Here is the attachment procedure. I used a peice of 1/2" PVC to secure the axle to the cooler. Four 1/2" PVC clamps were used to attach axle to plywood bottom which was attached to cooler with 1/4" bolts and locknuts!!


----------



## Coconut Joe (Oct 5, 2007)

Very nice setup.:bowdown:bowdown Now, I'll have to keep my eyes out for those plastic car wheels !!! Have you thought aboutadding some type of soft padding on the handle because after a long day at the beach, the haul back through the sand might seem like forever.


----------



## GONU (Oct 3, 2007)

I would patent that. nice rig.


----------



## biggamefishr (Oct 26, 2007)

looks great, the only problem I see is that as soon as that front vertical piece of plywood hits the sand with the weight of ice on top of it, and the weight of the rods hanging out past it....its gonna sink. maybe T it off with like a 2" wide piece of the same plywood?


----------



## Big Ed (Apr 7, 2009)

That looks great.
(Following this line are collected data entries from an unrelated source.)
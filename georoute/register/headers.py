"""Find out which column of a file is which: mapping first, then names, then aliases."""

from __future__ import annotations

from dataclasses import dataclass
from typing import TYPE_CHECKING

from georoute.register.codes import Code, nearest, nearest_words, new_finding
from georoute.register.columns import COLUMNS, WITHOUT_EFFECT, ColumnKind, folded
from georoute.register.delimited import KnownHeaders
from georoute.register.tables import is_blank

if TYPE_CHECKING:
    from collections.abc import Mapping, Sequence

    from georoute.domain.findings import Finding
    from georoute.register.tables import RawTable

__all__ = ["Layout", "known_headers", "lay_out"]

_SHORT = 3
"""Names of so few letters are not compared with misspelt ones."""

_NUMERIC = frozenset({ColumnKind.COORDINATE, ColumnKind.MINUTES, ColumnKind.NUMBER})


@dataclass(frozen=True, slots=True, kw_only=True)
class Layout:
    """Where each column stands: ``known`` by canonical name, ``extra`` by header in file order.

    ``written`` gives the header as the file writes it, for findings.
    """

    known: Mapping[str, int]
    written: Mapping[str, str]
    extra: tuple[tuple[str, int], ...]
    width: int
    findings: tuple[Finding, ...]


def known_headers(mapping: Mapping[str, str]) -> KnownHeaders:
    """Return the headers that mean something, given the programme's column mapping."""
    names: set[str] = set(WITHOUT_EFFECT)
    numbers: set[str] = set()
    for column in COLUMNS:
        own = {column.name, *column.aliases}
        if column.name in mapping:
            own.add(folded(mapping[column.name]))
        names |= own
        if column.kind in _NUMERIC:
            numbers |= own
    return KnownHeaders(names=frozenset(names), numbers=frozenset(numbers))


class _Finder:
    """Assigns columns step by step; what it finds wrong collects in ``findings``."""

    def __init__(self, table: RawTable, mapping: Mapping[str, str]) -> None:
        self.table = table
        self.headers = table.headers
        self.folded = [folded(header) for header in table.headers]
        self.mapping = mapping
        self.known: dict[str, int] = {}
        self.findings: list[Finding] = []
        self.faulty: set[str] = set()  # columns that are not to be reported as missing again

    def add(self, code: Code, message: str, remedy: str, *, column: str, value: str = "") -> None:
        self.findings.append(
            new_finding(
                code, message, remedy, row=self.table.header_row, column=column, value=value
            )
        )

    def find_duplicates(self) -> None:
        """Refuse headers that stand twice: it is open which of the two is meant."""
        seen: dict[str, int] = {}
        for k, word in enumerate(self.folded):
            if not word:
                continue
            if word in seen:
                self.faulty.add(word)
                self.add(
                    Code.DUPLICATE_HEADER,
                    f"column {k + 1} has the same header as column {seen[word] + 1}",
                    "rename one of the two, or delete it",
                    column=self.headers[k].strip(),
                )
            else:
                seen[word] = k

    def _header_index(self, header: str) -> int | None:
        if header in self.headers:
            return self.headers.index(header)
        word = folded(header)
        return self.folded.index(word) if word and word in self.folded else None

    def assign_mapped(self) -> None:
        """Assign what the programme's mapping says; its faults name the nearest words."""
        names = [column.name for column in COLUMNS]
        for name, header in self.mapping.items():
            if name not in names:
                self.add(
                    Code.UNKNOWN_MAPPING,
                    f"the column mapping names `{name}`, which is no column of a register",
                    f"{nearest_words(name, names)} The mapping is written "
                    "`georoute's name = header of the file`",
                    column=name,
                    value=header,
                )
                continue
            index = self._header_index(header)
            if index is None:
                self.faulty.add(name)
                self.add(
                    Code.MAPPED_HEADER_ABSENT,
                    f"the column mapping takes `{name}` from `{header}`; there is no such header",
                    nearest_words(header, [h.strip() for h in self.headers if h.strip()]),
                    column=name,
                    value=header,
                )
            else:
                self.known[name] = index

    def assign_named(self) -> None:
        """Assign the rest by canonical name, else by alias."""
        for column in COLUMNS:
            if column.name in self.known or column.name in self.faulty:
                continue
            taken = set(self.known.values())
            free = {w: k for k, w in reversed(list(enumerate(self.folded))) if k not in taken}
            hits = [free[word] for word in (column.name, *column.aliases) if word in free]
            if not hits:
                continue
            self.known[column.name] = hits[0]
            exact = self.folded[hits[0]] == column.name
            for k in hits[1:]:
                self._second(column.name, hits[0], k, exact=exact)

    def _second(self, name: str, used: int, other: int, *, exact: bool) -> None:
        first, second = self.headers[used].strip(), self.headers[other].strip()
        if exact:
            self.add(
                Code.SECOND_COLUMN,
                f"`{first}` and `{second}` both mean {name}; `{first}` is used",
                f"rename `{second}` if it means something else, or delete it",
                column=second,
            )
        else:
            self.add(
                Code.DUPLICATE_HEADER,
                f"`{first}` and `{second}` both mean {name}",
                f"rename the right one `{name}`, or name it in [register.columns]",
                column=second,
            )

    def find_missing(self) -> None:
        """Report columns that are needed; coordinates may come from geometries instead."""
        for column in COLUMNS:
            from_geometry = self.table.has_geometry and column.kind is ColumnKind.COORDINATE
            if (
                not column.required
                or from_geometry
                or column.name in self.known
                or column.name in self.faulty
            ):
                continue
            taken = set(self.known.values())
            free = [h.strip() for k, h in enumerate(self.headers) if k not in taken and h.strip()]
            near = nearest(column.name, free)
            hint = " (is it " + " or ".join(f"`{word}`" for word in near) + "?)" if near else ""
            self.add(
                Code.MISSING_COLUMN,
                f"there is no column `{column.name}`{hint}",
                f"add it, or name its header in the programme: "
                f'[register.columns] {column.name} = "…"',
                column=column.name,
            )

    def coordinates_not_used(self) -> None:
        """Say that places come from geometries where the file has columns for them as well."""
        if not self.table.has_geometry:
            return
        for name in ("lat", "lon"):
            if name in self.known:
                header = self.headers[self.known[name]].strip()
                self.add(
                    Code.SETTING_NOT_USED,
                    f"the column `{header}` is not used: places come from the geometries",
                    "nothing to do if the geometries are right",
                    column=header,
                )

    def _values_under(self, index: int) -> bool:
        return any(
            index < len(row.cells) and not is_blank(row.cells[index]) for row in self.table.rows
        )

    def extra_columns(self) -> tuple[tuple[str, int], ...]:
        """Return the columns to carry through, with a look at what they may be."""
        taken = set(self.known.values())
        extra: list[tuple[str, int]] = []
        for k, header in enumerate(self.headers):
            if k in taken:
                continue
            if not header.strip():
                if self._values_under(k):
                    extra.append((f"column_{k + 1}", k))
                    self.add(
                        Code.EMPTY_HEADER,
                        f"column {k + 1} has values and no header",
                        f"give it a header; it is carried through as `column_{k + 1}`",
                        column=f"column_{k + 1}",
                    )
                continue
            extra.append((header.strip(), k))
            self._remark(header.strip(), self.folded[k])
        return tuple(extra)

    def _remark(self, header: str, word: str) -> None:
        if word in WITHOUT_EFFECT:
            self.add(
                Code.COLUMN_WITHOUT_EFFECT,
                f"`{header}` is carried through to the outputs and does not shape the plan",
                "mind it yourself when you read the plan",
                column=header,
            )
            return
        absent = (column.name for column in COLUMNS if column.name not in self.known)
        # Short words resemble each other by chance.
        near = next((name for name in absent if len(name) > _SHORT and _close(word, name)), None)
        if near is not None:
            self.add(
                Code.SIMILAR_COLUMN,
                f"`{header}` is not known and is only carried through; is it `{near}`?",
                f"rename it `{near}` if that is meant",
                column=header,
            )


def _close(word: str, name: str) -> bool:
    """Tell whether two words differ by one letter more, less, other or exchanged."""
    if abs(len(word) - len(name)) > 1 or word == name:
        return False
    k = 0
    while k < min(len(word), len(name)) and word[k] == name[k]:
        k += 1
    rests = (
        (word[k + 1 :], name[k + 1 :]),
        (word[k + 1 :], name[k:]),
        (word[k:], name[k + 1 :]),
    )
    exchanged = word[k : k + 2] == name[k : k + 2][::-1] and word[k + 2 :] == name[k + 2 :]
    return exchanged or any(a == b for a, b in rests)


def lay_out(table: RawTable, *, mapping: Mapping[str, str]) -> Layout:
    """Find the columns of a table.

    Parameters
    ----------
    table
        The table.
    mapping
        Headers of the file by canonical column name.

    Returns
    -------
    Layout
        Columns found, columns to carry through, and all that is wrong with the headers.
    """
    finder = _Finder(table, mapping)
    finder.find_duplicates()
    finder.assign_mapped()
    finder.assign_named()
    finder.find_missing()
    finder.coordinates_not_used()
    extra = finder.extra_columns()
    return Layout(
        known=finder.known,
        written={name: _written(table.headers, k) for name, k in finder.known.items()},
        extra=extra,
        width=len(table.headers),
        findings=tuple(finder.findings),
    )


def _written(headers: Sequence[str], index: int) -> str:
    return headers[index].strip()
Good job!


----------



## SPECKDECK (Oct 2, 2007)

you could also use the 10 inch rubber air tires offered at Harbor Freight. I think you can 

catch them on sale for about 6.99. 

Looks like a good rig though. This is just a thought if the wheels still sink with your current setup.


----------



## naclh2oDave (Apr 8, 2008)

That looks good. I think it'll do the trick.


----------



## cline4 (Apr 21, 2009)

I'm gonna follow the suggestions and add a "Tee" to the piece of wood that touches the sand and some padding to the handle. Thanks for all the input and suggestions. I have two more of those wheels if anyone needs them, one of them doesn't have an insert that is needed. If you would likethem let me know!!


----------



## ShaneLane (Aug 3, 2008)

i will take them if ya dont mind


----------



## lets_go_fishing (Apr 20, 2009)

I can see a lot of kids guarding their jeeps. I can imaginea kidgoing outside and seeing his ride up on blocks! :reallycrying


----------



## ditchdoctor81 (Oct 3, 2007)

> *lets_go_fishing (4/28/2009)*I can see a lot of kids guarding their jeeps. I can imaginea kidgoing outside and seeing his ride up on blocks! :reallycrying


tell the wife, "I told you we need to move out of this neighborhood" :letsdrink


----------



## cert-315 (Apr 13, 2009)

I really like it, awesome! I'm gonna have to go on a midnight "power wheels" jackin spree.........:shedevil


----------



## cline4 (Apr 21, 2009)

Looks like the kids are in trouble now....there is a rash of tire thefts in the neighborhood!!!

:clap


----------



## sonofabeachfl (Apr 26, 2009)

I looked at the tires on Harbor Freight. They all look too skinny.


----------



## cline4 (Apr 21, 2009)

I agree, the tires that are sold at Harbor Freight, Lowes, etc. are all much narrower than the tires of these "Jeeps". I have one of those "yellow" wagons from Lowes and the tires are much too narrow, almost kills me to drag that up from the beach. I am going to give a report Friday after I go fishing with this new setup and will definately be reporting back.


----------



## Nat-Light (Oct 9, 2007)

I hope it works. I've got a spare powerwheels laying around and was thinking about taking the motor out of it and giving myself a motorized cart. My honey do list is too long right now, maybe in the future.


----------



## SheYakFishr (Oct 1, 2007)

Yep.. that is whatyakkers look for to make a yak cart... from kid'sjeeps.... hehehe They work pretty good in the sand... under a yak! :letsdrink


----------



## cline4 (Apr 21, 2009)

Took it to the beach today, it worked VERY well. If you are on a budget, this is definately the setup to go with. 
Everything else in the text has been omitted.